# [Instructions for the task]
Wherever "their" appears in a line of the listing, report that line.

# [Data for processing]
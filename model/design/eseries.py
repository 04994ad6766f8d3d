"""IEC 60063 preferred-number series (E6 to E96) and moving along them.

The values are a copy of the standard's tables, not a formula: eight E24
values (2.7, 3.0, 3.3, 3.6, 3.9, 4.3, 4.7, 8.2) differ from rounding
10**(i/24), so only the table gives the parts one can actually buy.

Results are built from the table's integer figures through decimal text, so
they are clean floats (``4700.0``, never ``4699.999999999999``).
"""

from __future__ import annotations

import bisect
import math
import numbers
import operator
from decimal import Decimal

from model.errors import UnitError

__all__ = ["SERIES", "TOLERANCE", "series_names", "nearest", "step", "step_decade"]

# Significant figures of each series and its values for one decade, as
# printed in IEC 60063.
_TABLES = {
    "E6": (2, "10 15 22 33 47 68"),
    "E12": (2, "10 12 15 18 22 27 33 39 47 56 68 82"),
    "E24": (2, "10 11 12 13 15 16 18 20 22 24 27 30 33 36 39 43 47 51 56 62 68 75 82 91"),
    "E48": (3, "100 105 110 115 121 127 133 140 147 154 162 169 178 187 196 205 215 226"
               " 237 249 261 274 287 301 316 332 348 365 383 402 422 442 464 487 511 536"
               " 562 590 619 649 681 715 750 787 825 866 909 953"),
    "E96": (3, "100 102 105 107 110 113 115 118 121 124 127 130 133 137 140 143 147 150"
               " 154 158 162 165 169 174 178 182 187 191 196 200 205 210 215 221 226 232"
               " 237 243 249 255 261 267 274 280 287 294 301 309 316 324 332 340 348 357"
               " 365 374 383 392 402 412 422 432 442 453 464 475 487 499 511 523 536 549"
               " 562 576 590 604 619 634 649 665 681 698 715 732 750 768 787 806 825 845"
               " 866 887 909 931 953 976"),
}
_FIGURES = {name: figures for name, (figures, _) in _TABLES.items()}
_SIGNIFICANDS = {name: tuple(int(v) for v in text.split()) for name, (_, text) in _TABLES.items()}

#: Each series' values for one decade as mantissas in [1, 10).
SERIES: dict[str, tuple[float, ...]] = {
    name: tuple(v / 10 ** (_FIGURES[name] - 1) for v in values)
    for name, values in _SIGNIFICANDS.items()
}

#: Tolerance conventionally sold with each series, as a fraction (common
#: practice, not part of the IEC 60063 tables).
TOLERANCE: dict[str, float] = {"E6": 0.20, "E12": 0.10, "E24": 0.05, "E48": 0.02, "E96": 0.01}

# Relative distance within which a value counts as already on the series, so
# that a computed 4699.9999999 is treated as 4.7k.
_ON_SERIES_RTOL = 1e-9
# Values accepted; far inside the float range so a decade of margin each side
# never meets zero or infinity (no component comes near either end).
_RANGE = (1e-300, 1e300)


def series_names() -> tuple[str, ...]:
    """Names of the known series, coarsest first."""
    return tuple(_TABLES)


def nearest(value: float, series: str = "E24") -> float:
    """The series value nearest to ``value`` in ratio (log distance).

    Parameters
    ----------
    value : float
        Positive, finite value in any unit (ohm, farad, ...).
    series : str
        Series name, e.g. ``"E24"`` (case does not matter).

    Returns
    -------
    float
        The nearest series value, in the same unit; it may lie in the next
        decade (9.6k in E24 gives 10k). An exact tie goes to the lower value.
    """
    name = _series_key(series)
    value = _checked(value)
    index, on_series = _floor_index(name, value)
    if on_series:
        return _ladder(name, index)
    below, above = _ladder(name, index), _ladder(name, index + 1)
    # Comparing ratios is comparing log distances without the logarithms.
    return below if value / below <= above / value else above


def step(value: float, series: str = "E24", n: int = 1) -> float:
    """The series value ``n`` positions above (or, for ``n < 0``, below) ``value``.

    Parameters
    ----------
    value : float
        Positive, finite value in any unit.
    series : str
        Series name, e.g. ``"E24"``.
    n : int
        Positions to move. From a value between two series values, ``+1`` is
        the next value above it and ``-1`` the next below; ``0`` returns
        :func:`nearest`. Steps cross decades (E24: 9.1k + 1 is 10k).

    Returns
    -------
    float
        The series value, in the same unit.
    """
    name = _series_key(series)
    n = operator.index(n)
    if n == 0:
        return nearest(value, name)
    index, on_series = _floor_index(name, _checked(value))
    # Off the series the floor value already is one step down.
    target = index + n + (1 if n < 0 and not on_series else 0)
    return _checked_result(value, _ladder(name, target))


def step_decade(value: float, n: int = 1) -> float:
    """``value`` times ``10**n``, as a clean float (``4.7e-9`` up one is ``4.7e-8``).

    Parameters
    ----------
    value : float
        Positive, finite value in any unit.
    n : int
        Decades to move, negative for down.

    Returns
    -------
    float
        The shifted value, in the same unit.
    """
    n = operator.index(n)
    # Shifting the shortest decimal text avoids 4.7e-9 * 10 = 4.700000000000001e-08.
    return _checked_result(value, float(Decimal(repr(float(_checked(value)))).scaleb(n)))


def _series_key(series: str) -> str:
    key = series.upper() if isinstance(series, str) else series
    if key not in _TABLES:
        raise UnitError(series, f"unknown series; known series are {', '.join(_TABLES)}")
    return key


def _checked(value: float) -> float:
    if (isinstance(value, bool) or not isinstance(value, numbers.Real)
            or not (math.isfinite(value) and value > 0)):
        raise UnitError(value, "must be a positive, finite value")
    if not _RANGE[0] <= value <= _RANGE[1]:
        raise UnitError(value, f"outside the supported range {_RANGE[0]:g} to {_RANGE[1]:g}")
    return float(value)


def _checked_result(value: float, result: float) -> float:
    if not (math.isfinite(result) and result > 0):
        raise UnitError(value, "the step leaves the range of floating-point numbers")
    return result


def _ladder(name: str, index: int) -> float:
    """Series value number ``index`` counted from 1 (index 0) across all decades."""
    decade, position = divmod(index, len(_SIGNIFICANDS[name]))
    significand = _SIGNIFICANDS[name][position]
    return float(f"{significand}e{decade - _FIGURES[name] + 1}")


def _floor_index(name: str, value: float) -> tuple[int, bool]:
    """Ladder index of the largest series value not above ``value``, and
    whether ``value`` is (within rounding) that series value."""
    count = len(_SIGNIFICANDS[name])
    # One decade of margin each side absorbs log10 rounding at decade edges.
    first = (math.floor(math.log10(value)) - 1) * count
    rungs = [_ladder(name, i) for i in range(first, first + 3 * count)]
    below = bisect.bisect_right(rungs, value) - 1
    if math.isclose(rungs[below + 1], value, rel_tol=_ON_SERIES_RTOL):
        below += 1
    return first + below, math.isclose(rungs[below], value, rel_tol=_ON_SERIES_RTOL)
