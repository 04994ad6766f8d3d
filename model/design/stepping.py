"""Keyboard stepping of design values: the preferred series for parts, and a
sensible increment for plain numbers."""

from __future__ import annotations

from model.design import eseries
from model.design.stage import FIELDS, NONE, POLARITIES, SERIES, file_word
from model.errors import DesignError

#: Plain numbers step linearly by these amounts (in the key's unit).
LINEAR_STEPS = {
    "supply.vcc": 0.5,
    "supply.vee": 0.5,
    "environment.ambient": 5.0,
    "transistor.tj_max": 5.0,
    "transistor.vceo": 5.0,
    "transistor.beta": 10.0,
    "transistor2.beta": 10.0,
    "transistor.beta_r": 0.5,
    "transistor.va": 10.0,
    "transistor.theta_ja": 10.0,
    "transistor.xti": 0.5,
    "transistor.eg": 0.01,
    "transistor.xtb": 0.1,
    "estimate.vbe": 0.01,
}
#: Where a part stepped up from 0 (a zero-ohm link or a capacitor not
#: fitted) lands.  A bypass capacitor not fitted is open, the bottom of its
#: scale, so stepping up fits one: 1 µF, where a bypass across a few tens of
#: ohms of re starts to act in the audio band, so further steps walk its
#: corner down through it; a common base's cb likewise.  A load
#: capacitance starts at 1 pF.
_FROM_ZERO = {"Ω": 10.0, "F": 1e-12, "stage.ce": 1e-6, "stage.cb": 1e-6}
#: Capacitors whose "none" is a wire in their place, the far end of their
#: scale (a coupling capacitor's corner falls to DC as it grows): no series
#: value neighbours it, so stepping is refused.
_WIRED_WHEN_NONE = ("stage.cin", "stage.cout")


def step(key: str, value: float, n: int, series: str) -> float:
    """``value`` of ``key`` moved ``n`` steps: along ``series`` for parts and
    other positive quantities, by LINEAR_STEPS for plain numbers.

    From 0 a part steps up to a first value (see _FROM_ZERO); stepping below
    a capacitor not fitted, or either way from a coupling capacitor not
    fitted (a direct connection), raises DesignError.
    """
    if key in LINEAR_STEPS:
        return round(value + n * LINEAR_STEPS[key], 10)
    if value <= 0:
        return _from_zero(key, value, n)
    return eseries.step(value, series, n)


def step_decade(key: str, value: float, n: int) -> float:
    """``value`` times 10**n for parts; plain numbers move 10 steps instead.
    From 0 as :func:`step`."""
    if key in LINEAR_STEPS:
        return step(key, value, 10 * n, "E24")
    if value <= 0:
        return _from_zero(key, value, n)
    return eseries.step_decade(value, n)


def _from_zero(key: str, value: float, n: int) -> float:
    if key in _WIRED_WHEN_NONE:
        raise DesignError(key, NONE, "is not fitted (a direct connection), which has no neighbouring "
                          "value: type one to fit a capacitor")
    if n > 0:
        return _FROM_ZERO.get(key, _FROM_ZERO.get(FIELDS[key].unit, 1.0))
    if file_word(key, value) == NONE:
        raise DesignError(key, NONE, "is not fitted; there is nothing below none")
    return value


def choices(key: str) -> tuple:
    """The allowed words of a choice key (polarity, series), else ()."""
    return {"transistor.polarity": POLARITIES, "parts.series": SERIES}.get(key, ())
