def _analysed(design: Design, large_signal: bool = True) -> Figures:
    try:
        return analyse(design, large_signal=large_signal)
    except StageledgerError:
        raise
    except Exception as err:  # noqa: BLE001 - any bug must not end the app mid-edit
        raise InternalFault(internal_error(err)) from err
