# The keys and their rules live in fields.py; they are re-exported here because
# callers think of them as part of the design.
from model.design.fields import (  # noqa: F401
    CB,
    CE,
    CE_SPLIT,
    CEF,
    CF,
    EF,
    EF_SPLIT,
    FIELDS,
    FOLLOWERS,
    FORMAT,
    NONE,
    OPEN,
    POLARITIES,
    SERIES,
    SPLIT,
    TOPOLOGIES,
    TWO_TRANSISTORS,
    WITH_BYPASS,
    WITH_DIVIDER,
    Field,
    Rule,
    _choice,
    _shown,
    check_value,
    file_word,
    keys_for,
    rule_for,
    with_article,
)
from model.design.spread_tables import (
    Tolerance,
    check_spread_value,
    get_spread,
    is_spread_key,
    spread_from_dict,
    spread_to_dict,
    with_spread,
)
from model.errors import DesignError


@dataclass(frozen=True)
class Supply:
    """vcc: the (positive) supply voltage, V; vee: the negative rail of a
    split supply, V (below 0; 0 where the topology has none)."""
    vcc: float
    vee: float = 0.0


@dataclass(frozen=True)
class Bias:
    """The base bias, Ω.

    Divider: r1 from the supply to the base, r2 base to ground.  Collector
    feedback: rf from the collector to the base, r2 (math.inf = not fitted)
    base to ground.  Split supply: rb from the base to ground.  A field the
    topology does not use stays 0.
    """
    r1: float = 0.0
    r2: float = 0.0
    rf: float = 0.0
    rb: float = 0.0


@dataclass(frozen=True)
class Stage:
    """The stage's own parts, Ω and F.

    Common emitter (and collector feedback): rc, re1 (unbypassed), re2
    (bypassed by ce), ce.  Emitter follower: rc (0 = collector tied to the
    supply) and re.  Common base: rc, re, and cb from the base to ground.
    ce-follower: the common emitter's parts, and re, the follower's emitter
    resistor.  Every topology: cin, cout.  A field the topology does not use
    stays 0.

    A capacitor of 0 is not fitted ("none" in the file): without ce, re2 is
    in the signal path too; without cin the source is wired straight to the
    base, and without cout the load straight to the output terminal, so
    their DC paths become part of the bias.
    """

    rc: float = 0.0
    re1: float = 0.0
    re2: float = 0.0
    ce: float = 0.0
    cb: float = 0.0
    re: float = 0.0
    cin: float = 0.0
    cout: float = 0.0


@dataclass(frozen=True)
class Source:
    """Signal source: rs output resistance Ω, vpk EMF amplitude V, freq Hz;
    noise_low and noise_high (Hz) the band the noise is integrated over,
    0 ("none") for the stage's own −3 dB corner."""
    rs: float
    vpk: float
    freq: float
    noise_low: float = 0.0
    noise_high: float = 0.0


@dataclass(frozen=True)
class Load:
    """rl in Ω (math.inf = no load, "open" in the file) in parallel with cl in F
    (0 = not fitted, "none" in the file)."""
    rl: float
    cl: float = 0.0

# [Reply]
#: Capacitors whose "none" is a wire in their place, the far end of their
# The keys and their rules live in fields.py; they are re-exported here because
    their DC paths become part of the bias.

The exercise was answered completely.